The study team, led by Jessica Allegretti, MD, MPH, at Brigham and Women’s Hospital in Boston, tracked data on 132 individuals enrolled in the phase 2 PRISM-EXT trial. Participants hailed from 51 different sites across North America, and all had experienced at least 1 episode of recurrent CDI for which they received standard of care antibiotics followed by the microbial therapeutic drug CP101. The administration of CP101 was open label. The study’s primary endpoints were safety and the percentage of participants experiencing no CDI recurrence.

The results, revealed at the 2022 American College of Gastroenterology conference, show that CP101 was associated with reduced rates of recurrent CDI. Eight weeks after being treated, 80.3% of participants had not experienced CDI recurrence.
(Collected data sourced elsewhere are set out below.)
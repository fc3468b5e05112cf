/**
 * LU factorisation with partial pivoting of a small dense matrix, in place.
 * @param n order
 * @param a row-major n x n, overwritten by L and U
 * @param pivots length n, filled
 * @returns false when a pivot is exactly zero or not finite (a singular matrix)
 */
export function luFactor(n: number, a: Float64Array, pivots: Int32Array): boolean {
  for (let k = 0; k < n; k++) {
    let p = k;
    let best = Math.abs(a[k * n + k]!);
    for (let i = k + 1; i < n; i++) {
      const v = Math.abs(a[i * n + k]!);
      if (v > best) {
        best = v;
        p = i;
      }
    }
    pivots[k] = p;
    if (!(best > 0) || best === Number.POSITIVE_INFINITY) return false;
    if (p !== k) {
      for (let j = 0; j < n; j++) {
        const t = a[k * n + j]!;
        a[k * n + j] = a[p * n + j]!;
        a[p * n + j] = t;
      }
    }
    const inverse = 1 / a[k * n + k]!;
    for (let i = k + 1; i < n; i++) {
      const f = a[i * n + k]! * inverse;
      a[i * n + k] = f;
      if (f !== 0) for (let j = k + 1; j < n; j++) a[i * n + j]! -= f * a[k * n + j]!;
    }
  }
  return true;
}

/** Solves A x = b with the factors of `luFactor`; b is overwritten by x. */
export function luSolve(n: number, lu: Float64Array, pivots: Int32Array, b: Float64Array): void {
  for (let k = 0; k < n; k++) {
    const p = pivots[k]!;
    if (p !== k) {
      const t = b[k]!;
      b[k] = b[p]!;
      b[p] = t;
    }
  }
  for (let i = 1; i < n; i++) {
    let s = b[i]!;
    for (let j = 0; j < i; j++) s -= lu[i * n + j]! * b[j]!;
    b[i] = s;
  }
  for (let i = n - 1; i >= 0; i--) {
    let s = b[i]!;
    for (let j = i + 1; j < n; j++) s -= lu[i * n + j]! * b[j]!;
    b[i] = s / lu[i * n + i]!;
  }
}

/** Solves A' x = b with the factors of `luFactor`; b is overwritten by x. */
export function luSolveTransposed(n: number, lu: Float64Array, pivots: Int32Array, b: Float64Array): void {
  for (let i = 0; i < n; i++) {
    let s = b[i]!;
    for (let j = 0; j < i; j++) s -= lu[j * n + i]! * b[j]!;
    b[i] = s / lu[i * n + i]!;
  }
  for (let i = n - 2; i >= 0; i--) {
    let s = b[i]!;
    for (let j = i + 1; j < n; j++) s -= lu[j * n + i]! * b[j]!;
    b[i] = s;
  }
  for (let k = n - 1; k >= 0; k--) {
    const p = pivots[k]!;
    if (p !== k) {
      const t = b[k]!;
      b[k] = b[p]!;
      b[p] = t;
    }
  }
}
By week 24, 78.8% had no CDI recurrence.

The study’s authors noted that CP101 resulted in increased engraftment of drug-associated taxa and diversity of the subjects’ microbiota from baseline to weeks 8 and 24, which was the hoped-for outcome. “It’s designed to deliver a diverse microbial community,” Allegretti said. In the case of the 26 participants who experienced a CDI recurrence prior to week 8 and the 2 who experienced a CDI recurrence between week 8 and week 24, the microbiome analysis may have been affected by the standard of care antibiotics they would have received.

The PRISM-EXT trial’s safety results were in line with those of earlier study results. No subjects experienced serious adverse events or death, and fewer than 1 out of 10 (9.8%) had any treatment-related adverse events. The most common adverse events were mild to moderate gastrointestinal symptoms.
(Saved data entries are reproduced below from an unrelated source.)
describe('a table from elsewhere', () => {
  const note = (text: string, what: string, hints = {}): string => {
    const n = readDelimitedTable(text, 't', hints).notes.find((x) => x.what === what)!;
    return `${n.value}: ${n.grounds}`;
  };

  it.each([
    ['# a note\n\n \t6\t10\n45\t3,5\t4,5\n90\t5,0\t6,0\n', 'tab', ',', 'angles-down'],
    ['x;45;90;\n6;3.5;5\n10;4.5;6\n', 'semicolon', '.', 'angles-across'],
    ['     6.0  10.0\n45   3.5   4.5\n90   5.0   6.0\n', 'blank', '.', 'angles-down'],
    ['\ufeffx|6|10\r\n45|3.5|4.5\r\n90|5|6\r\n', 'bar', '.', 'angles-down'],
    ['6,45,3.5\n6,90,5\n10,45,4.5\n10,90,6\n', 'comma', '.', 'list'],
    ['"wind speed","wind angle","speed"\n6,45,3.5\n6,90,5\n10,45,4.5\n10,90,6\n', 'comma', '.', 'list'],
  ])('is understood without being told: %j', (text, delimiter, mark, layout) => {
    expect(note(text, 'delimiter')).toMatch(new RegExp(`^${delimiter}: guessed`));
    expect(note(text, 'decimal mark')).toBe(`${mark}: guessed`);
    expect(note(text, 'layout')).toMatch(new RegExp(`^${layout}: `));
    const { rows } = readDelimitedTable(text, 't').table;
    expect(rows.map((r) => r.tws)).toEqual([6, 10].map(fromKnots));
    expect(rows.map((r) => r.points)).toEqual([
      [
        { twa: radians(45), speed: fromKnots(3.5) },
        { twa: radians(90), speed: fromKnots(5) },
      ],
      [
        { twa: radians(45), speed: fromKnots(4.5) },
        { twa: radians(90), speed: fromKnots(6) },
      ],
    ]);
  });

  it('in m/s or radians is known by its heads, else by its values, else as told', () => {
    expect(note('angle wind m/s;4;8\n45;2;3\n90;3;4\n', 'wind unit')).toBe('m/s: named in the table');
    expect(note('x;2.06;4.12;6.17\n45;2;3;3\n90;3;4;5\n', 'wind unit')).toBe(
      'm/s: guessed: the winds are whole knots in m/s',
    );
    expect(note('x;4;8\n45;2;3\n90;3;4\n', 'wind unit')).toBe('kn: guessed: nothing says otherwise');
    expect(note('x;4;8\n45;2;3\n90;3;4\n', 'boat speed unit', { windUnit: 'km/h' })).toBe(
      'km/h: guessed: as the wind',
    );
    expect(note('x;4;8\n0.785;2;3\n1.571;3;4\n', 'angle unit')).toBe('rad: guessed: no value beyond 6.3');
    const told = readDelimitedTable('x;4;8\n45;2;3\n90;3;4\n', 't', {
      windUnit: 'm/s',
      speedUnit: 'kn',
    }).table;
    expect(told.rows[1]).toEqual({
      tws: 8,
      points: [
        { twa: radians(45), speed: fromKnots(3) },
        { twa: radians(90), speed: fromKnots(4) },
      ],
    });
  });

  it('may have empty cells and the other tack, which are counted and left out', () => {
    const reading = readDelimitedTable('x,6,10\n45,3,\n90,4,5\n270,4,5\n-45,3,4\n', 't');
    expect(reading.notes.find((n) => n.what === 'empty cells')!.value).toBe('1');
    expect(reading.notes.find((n) => n.what === 'cells of the other tack')!.value).toBe('4');
    expect(reading.table.rows.map((r) => r.points.length)).toEqual([2, 1]);
  });

  it.each<[string, RegExp, TableHints?]>([
    ['', /^t: this is no table/],
    ['hello', /^t:1: this is no table/],
    ['x,6,10\n45,3,4\n90,4\n', /^t:3: 2 columns, where the first row has 3; every row/],
    [
      'x,6,10\n45,3,fast\n90,4,5\n',
      /^t:2: column 3: "fast" is no number, where a boat speed is wanted; if columns/,
    ],
    [
      'x,6,10\n45,3,-4\n90,4,5\n',
      /^t:2: boat speed -4 kn is outside 0 to 117 kn; is the unit another one\? say --speed-unit/,
    ],
    [
      'x,6,200\n45,3,4\n90,4,5\n120,4,5\n',
      /^t:2: wind speed 200 kn is outside 0 to 117 kn/,
      { layout: 'angles-down' },
    ],
    [
      'x,6,10\n45,3,4\n90,4,5\n390,4,5\n',
      /^t:4: wind angle 390 deg is outside a circle/,
      { layout: 'angles-down' },
    ],
    [
      'x,6,10\n45,3,4\n45,4,5\n90,4,5\n',
      /^t:3: wind 6 kn and angle 45 deg come twice, with different speeds/,
    ],
    ['x,6,10\n4,3,4\n8,4,5\n', /^t:1: neither the first row nor the first column .* say --layout/],
    ['x,6,10\n45,,\n90,,\n', /there is no boat speed in it/],
    ['a,b,c\n6,45,3\n', /^t:1: the heads "a, b, c" do not name/],
  ])('that cannot be used gets one message: %j', (text, message, hints: TableHints = {}) => {
    expect(() => readDelimitedTable(text, 't', hints)).toThrow(TableFileError);
    expect(() => readDelimitedTable(text, 't', hints)).toThrow(message);
  });

  it('never crashes the reader: any text is a table or one message', () => {
    const piece = fc.constantFrom(
      '1',
      '2.5',
      '45',
      '180',
      ',',
      ';',
      '\t',
      ' ',
      '\n',
      '\r\n',
      'x',
      '"',
      '-',
      '.',
      '1e9',
      'NaN',
      '#',
      '°',
    );
    fc.assert(
      fc.property(
        fc.array(piece, { maxLength: 40 }).map((p) => p.join('')),
        (text) => {
          try {
            const { table } = readDelimitedTable(text, 't');
            for (const r of table.rows) {
              expect(r.tws).toBeGreaterThanOrEqual(0);
              for (const p of r.points)
                expect(Number.isFinite(p.speed) && p.twa >= 0 && p.twa <= Math.PI).toBe(true);
            }
          } catch (error) {
            expect(error).toBeInstanceOf(TableFileError);
            expect((error as Error).message).not.toContain('\n');
          }
        },
      ),
      { seed: 5, numRuns: 800 },
    );
  });
});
Currently, the study team is enrolling patients in the phase 3 trial for CP101, with the goal of advancing the therapy toward FDA approval. Currently, there is a significant unmet need for FDA-approved oral CDI treatments that can restore a patient’s microbiome after CDI. While the medical community has embraced fecal microbiota transplantation (FMT) as an effective treatment for recurrent CDI, it’s considered an experimental procedure and is not FDA approved. In FMT, stool from healthy donors is administered to patients in order to colonize their gut, restoring diversity and balance. The processed stool is received either via the colon, through nasogastric tubes, or orally in capsules.
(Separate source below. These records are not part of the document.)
/**
 * Cholesky factorisation A = L L' of a symmetric positive definite matrix, in place in the lower triangle.
 * @param n order
 * @param stride row length of the row-major storage
 * @returns false when a pivot is not positive
 */
export function choleskyFactor(n: number, stride: number, a: Float64Array): boolean {
  for (let i = 0; i < n; i++) {
    const ri = i * stride;
    for (let j = 0; j <= i; j++) {
      const rj = j * stride;
      let s = a[ri + j]!;
      for (let k = 0; k < j; k++) s -= a[ri + k]! * a[rj + k]!;
      if (i === j) {
        if (!(s > 0)) return false;
        a[ri + i] = Math.sqrt(s);
      } else {
        a[ri + j] = s / a[rj + j]!;
      }
    }
  }
  return true;
}

/** Solves L L' x = b with the factor of `choleskyFactor`; b is overwritten by x. */
export function choleskySolve(n: number, stride: number, l: Float64Array, b: Float64Array): void {
  for (let i = 0; i < n; i++) {
    let s = b[i]!;
    const ri = i * stride;
    for (let k = 0; k < i; k++) s -= l[ri + k]! * b[k]!;
    b[i] = s / l[ri + i]!;
  }
  for (let i = n - 1; i >= 0; i--) {
    let s = b[i]!;
    for (let k = i + 1; k < n; k++) s -= l[k * stride + i]! * b[k]!;
    b[i] = s / l[i * stride + i]!;
  }
}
Allegretti pointed out that CP101 offers advantages over other therapies designed to work against CDI: It can be taken as a 1-time oral dose and requires no bowel prep. “Having a therapy like CP101 is going to be a real game changer to treat people with this difficult disease,” she stated. “We really have a good handle on the mechanism of action of this drug. I’m really excited to see the results of this phase 3 trial.”